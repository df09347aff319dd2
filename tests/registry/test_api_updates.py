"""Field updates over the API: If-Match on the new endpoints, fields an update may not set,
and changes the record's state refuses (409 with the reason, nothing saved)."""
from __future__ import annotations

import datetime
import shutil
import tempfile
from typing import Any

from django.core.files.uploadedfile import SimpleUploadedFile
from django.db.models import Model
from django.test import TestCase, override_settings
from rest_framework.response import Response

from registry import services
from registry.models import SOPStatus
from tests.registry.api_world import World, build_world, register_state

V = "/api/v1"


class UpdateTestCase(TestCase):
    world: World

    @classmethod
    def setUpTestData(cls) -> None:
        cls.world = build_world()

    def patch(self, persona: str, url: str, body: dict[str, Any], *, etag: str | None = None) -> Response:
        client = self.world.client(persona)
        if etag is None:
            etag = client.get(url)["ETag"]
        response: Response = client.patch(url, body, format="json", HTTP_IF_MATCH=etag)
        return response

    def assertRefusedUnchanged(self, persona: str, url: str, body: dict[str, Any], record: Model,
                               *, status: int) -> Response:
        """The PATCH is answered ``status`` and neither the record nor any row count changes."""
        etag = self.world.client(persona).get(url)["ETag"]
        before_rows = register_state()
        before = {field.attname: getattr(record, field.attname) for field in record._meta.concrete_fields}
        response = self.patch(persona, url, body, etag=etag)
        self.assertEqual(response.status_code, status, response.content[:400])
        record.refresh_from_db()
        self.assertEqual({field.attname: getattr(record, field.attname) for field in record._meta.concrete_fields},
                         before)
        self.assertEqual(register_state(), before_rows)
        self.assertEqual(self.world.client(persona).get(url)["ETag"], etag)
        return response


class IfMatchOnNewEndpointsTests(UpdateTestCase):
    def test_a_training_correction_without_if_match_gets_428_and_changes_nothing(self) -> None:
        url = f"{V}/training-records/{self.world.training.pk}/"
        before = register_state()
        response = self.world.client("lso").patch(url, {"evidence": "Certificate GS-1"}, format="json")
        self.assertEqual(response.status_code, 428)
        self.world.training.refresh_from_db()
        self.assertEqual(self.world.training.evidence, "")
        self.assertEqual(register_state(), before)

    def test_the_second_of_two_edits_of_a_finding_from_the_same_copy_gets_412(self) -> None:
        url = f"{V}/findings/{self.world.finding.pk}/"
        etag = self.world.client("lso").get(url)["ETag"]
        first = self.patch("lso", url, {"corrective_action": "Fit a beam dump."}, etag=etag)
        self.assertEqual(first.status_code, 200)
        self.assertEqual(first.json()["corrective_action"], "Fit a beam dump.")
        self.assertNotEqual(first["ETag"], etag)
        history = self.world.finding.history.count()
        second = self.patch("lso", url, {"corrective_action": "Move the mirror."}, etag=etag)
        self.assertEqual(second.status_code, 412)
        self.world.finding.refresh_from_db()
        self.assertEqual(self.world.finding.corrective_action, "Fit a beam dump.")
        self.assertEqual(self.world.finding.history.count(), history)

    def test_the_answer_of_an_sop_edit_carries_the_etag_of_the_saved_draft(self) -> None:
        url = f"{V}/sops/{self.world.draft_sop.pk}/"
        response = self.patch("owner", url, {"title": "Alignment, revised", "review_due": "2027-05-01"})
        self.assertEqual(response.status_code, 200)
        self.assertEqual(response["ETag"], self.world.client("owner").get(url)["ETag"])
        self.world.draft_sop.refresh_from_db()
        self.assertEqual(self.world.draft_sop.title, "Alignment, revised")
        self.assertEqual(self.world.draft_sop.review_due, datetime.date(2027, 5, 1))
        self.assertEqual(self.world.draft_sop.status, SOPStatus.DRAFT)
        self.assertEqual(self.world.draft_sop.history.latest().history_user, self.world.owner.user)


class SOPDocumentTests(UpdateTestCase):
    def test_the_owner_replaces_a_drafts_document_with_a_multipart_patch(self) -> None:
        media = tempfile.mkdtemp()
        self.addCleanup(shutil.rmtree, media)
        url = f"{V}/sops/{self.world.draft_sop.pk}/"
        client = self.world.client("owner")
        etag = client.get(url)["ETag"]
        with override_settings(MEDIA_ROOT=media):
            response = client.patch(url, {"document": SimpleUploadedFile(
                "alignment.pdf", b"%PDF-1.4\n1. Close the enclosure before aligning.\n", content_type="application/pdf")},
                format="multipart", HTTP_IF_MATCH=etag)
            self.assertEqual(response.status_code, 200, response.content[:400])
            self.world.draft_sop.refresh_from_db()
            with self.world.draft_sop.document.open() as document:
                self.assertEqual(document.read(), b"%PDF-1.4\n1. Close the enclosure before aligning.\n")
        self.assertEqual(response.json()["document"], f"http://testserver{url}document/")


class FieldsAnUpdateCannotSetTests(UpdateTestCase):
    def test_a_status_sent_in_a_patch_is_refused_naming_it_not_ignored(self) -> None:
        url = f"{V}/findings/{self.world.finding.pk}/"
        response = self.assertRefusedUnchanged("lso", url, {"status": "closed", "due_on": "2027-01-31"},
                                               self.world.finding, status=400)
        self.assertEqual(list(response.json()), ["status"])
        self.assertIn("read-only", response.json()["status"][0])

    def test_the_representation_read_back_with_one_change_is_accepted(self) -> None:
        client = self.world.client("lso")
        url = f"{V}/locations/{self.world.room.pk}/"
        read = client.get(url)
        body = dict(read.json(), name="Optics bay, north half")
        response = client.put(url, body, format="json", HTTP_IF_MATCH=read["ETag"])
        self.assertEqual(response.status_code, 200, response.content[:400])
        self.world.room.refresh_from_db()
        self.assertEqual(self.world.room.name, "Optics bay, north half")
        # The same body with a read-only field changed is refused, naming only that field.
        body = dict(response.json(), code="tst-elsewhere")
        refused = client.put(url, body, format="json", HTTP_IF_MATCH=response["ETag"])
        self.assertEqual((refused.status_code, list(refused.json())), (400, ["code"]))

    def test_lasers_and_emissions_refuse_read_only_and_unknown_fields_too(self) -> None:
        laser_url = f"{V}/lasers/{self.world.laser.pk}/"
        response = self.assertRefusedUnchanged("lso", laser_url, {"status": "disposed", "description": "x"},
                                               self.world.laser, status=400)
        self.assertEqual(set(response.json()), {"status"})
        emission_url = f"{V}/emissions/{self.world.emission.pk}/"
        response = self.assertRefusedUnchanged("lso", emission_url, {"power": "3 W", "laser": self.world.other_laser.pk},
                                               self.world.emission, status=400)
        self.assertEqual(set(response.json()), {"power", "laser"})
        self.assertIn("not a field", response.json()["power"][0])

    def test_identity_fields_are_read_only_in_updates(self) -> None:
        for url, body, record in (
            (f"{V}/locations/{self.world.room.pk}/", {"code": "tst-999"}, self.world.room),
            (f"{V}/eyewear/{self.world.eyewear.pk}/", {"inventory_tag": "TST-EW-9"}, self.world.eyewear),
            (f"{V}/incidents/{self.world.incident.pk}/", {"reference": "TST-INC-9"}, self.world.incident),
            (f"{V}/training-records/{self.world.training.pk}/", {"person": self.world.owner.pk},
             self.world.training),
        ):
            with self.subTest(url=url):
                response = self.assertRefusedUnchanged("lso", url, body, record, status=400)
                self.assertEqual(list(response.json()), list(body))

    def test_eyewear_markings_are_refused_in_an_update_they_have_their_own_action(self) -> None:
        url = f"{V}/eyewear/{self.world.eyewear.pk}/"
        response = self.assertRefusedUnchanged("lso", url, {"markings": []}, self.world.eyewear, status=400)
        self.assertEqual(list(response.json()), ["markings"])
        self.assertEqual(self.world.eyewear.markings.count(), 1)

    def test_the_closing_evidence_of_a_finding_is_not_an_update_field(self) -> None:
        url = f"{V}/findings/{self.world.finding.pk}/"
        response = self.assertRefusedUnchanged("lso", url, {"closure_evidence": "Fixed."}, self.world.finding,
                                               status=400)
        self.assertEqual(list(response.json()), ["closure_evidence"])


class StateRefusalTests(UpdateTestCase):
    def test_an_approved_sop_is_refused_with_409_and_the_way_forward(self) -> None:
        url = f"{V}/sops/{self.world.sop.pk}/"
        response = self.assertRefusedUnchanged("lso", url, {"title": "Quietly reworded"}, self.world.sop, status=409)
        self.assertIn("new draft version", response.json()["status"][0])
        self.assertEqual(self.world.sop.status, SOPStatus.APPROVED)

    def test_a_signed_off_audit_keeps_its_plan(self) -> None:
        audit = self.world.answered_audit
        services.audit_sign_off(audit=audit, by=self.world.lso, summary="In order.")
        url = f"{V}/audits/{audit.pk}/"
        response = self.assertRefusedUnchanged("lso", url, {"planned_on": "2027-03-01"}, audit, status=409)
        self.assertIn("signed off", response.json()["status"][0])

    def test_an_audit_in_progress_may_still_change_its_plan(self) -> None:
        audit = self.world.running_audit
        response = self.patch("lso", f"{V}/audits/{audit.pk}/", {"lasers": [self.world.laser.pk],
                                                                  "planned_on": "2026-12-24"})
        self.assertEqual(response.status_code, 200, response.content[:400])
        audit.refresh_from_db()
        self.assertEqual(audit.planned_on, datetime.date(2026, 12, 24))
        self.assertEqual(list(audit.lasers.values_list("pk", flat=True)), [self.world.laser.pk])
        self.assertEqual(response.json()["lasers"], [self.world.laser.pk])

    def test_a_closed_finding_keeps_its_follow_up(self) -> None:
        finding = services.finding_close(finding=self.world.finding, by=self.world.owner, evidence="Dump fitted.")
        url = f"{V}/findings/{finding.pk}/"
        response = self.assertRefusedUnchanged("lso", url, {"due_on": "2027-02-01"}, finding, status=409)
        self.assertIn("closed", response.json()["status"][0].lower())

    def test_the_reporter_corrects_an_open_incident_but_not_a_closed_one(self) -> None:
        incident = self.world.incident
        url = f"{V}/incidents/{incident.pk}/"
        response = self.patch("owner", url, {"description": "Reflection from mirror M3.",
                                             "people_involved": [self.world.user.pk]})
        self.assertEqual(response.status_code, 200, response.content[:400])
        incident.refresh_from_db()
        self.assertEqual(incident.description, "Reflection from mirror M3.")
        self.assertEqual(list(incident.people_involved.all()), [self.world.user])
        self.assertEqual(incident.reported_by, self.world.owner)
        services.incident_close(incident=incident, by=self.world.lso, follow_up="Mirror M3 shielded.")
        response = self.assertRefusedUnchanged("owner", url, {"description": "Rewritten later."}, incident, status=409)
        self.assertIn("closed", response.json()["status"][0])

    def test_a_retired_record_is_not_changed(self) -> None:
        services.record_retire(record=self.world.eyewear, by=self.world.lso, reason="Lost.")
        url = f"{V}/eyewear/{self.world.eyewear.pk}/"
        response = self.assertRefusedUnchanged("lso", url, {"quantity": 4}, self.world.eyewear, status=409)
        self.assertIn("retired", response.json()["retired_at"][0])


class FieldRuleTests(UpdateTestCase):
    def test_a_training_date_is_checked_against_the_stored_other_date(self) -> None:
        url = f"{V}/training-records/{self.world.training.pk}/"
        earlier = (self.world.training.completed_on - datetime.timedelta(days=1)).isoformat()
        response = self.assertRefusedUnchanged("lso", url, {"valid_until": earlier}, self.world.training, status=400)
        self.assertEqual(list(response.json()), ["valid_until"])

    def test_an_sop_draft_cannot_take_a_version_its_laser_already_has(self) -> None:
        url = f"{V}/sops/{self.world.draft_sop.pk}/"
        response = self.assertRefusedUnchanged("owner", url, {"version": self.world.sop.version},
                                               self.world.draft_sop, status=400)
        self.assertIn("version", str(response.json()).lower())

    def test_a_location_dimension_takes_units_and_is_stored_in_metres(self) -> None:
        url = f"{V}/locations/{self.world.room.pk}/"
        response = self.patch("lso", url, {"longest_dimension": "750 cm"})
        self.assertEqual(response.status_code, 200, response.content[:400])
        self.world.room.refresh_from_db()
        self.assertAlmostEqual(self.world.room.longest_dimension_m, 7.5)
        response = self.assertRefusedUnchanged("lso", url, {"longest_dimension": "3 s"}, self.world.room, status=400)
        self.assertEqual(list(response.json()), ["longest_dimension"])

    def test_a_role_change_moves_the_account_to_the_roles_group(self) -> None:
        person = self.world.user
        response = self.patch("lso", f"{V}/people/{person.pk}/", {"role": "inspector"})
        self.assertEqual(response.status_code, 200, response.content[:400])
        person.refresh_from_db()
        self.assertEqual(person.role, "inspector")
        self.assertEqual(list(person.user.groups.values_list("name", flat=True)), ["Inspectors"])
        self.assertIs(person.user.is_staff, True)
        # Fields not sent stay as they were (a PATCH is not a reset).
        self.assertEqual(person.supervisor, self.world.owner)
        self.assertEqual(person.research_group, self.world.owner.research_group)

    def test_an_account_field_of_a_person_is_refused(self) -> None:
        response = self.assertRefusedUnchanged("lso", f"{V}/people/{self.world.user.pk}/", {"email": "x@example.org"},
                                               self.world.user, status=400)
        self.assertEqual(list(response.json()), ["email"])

——————

> _Problem to work on_:
The records above should be printed exactly, please, from the first line through the line containing "etag: str |", with both ends kept and nothing past it.

> _Result of this task_:
repository df09347aff319dd2
filename tests/registry/test_api_updates.py
"""Field updates over the API: If-Match on the new endpoints, fields an update may not set,
and changes the record's state refuses (409 with the reason, nothing saved)."""
from __future__ import annotations

import datetime
import shutil
import tempfile
from typing import Any

from django.core.files.uploadedfile import SimpleUploadedFile
from django.db.models import Model
from django.test import TestCase, override_settings
from rest_framework.response import Response

from registry import services
from registry.models import SOPStatus
from tests.registry.api_world import World, build_world, register_state

V = "/api/v1"


class UpdateTestCase(TestCase):
    world: World

    @classmethod
    def setUpTestData(cls) -> None:
        cls.world = build_world()

    def patch(self, persona: str, url: str, body: dict[str, Any], *, etag: str | None = None) -> Response:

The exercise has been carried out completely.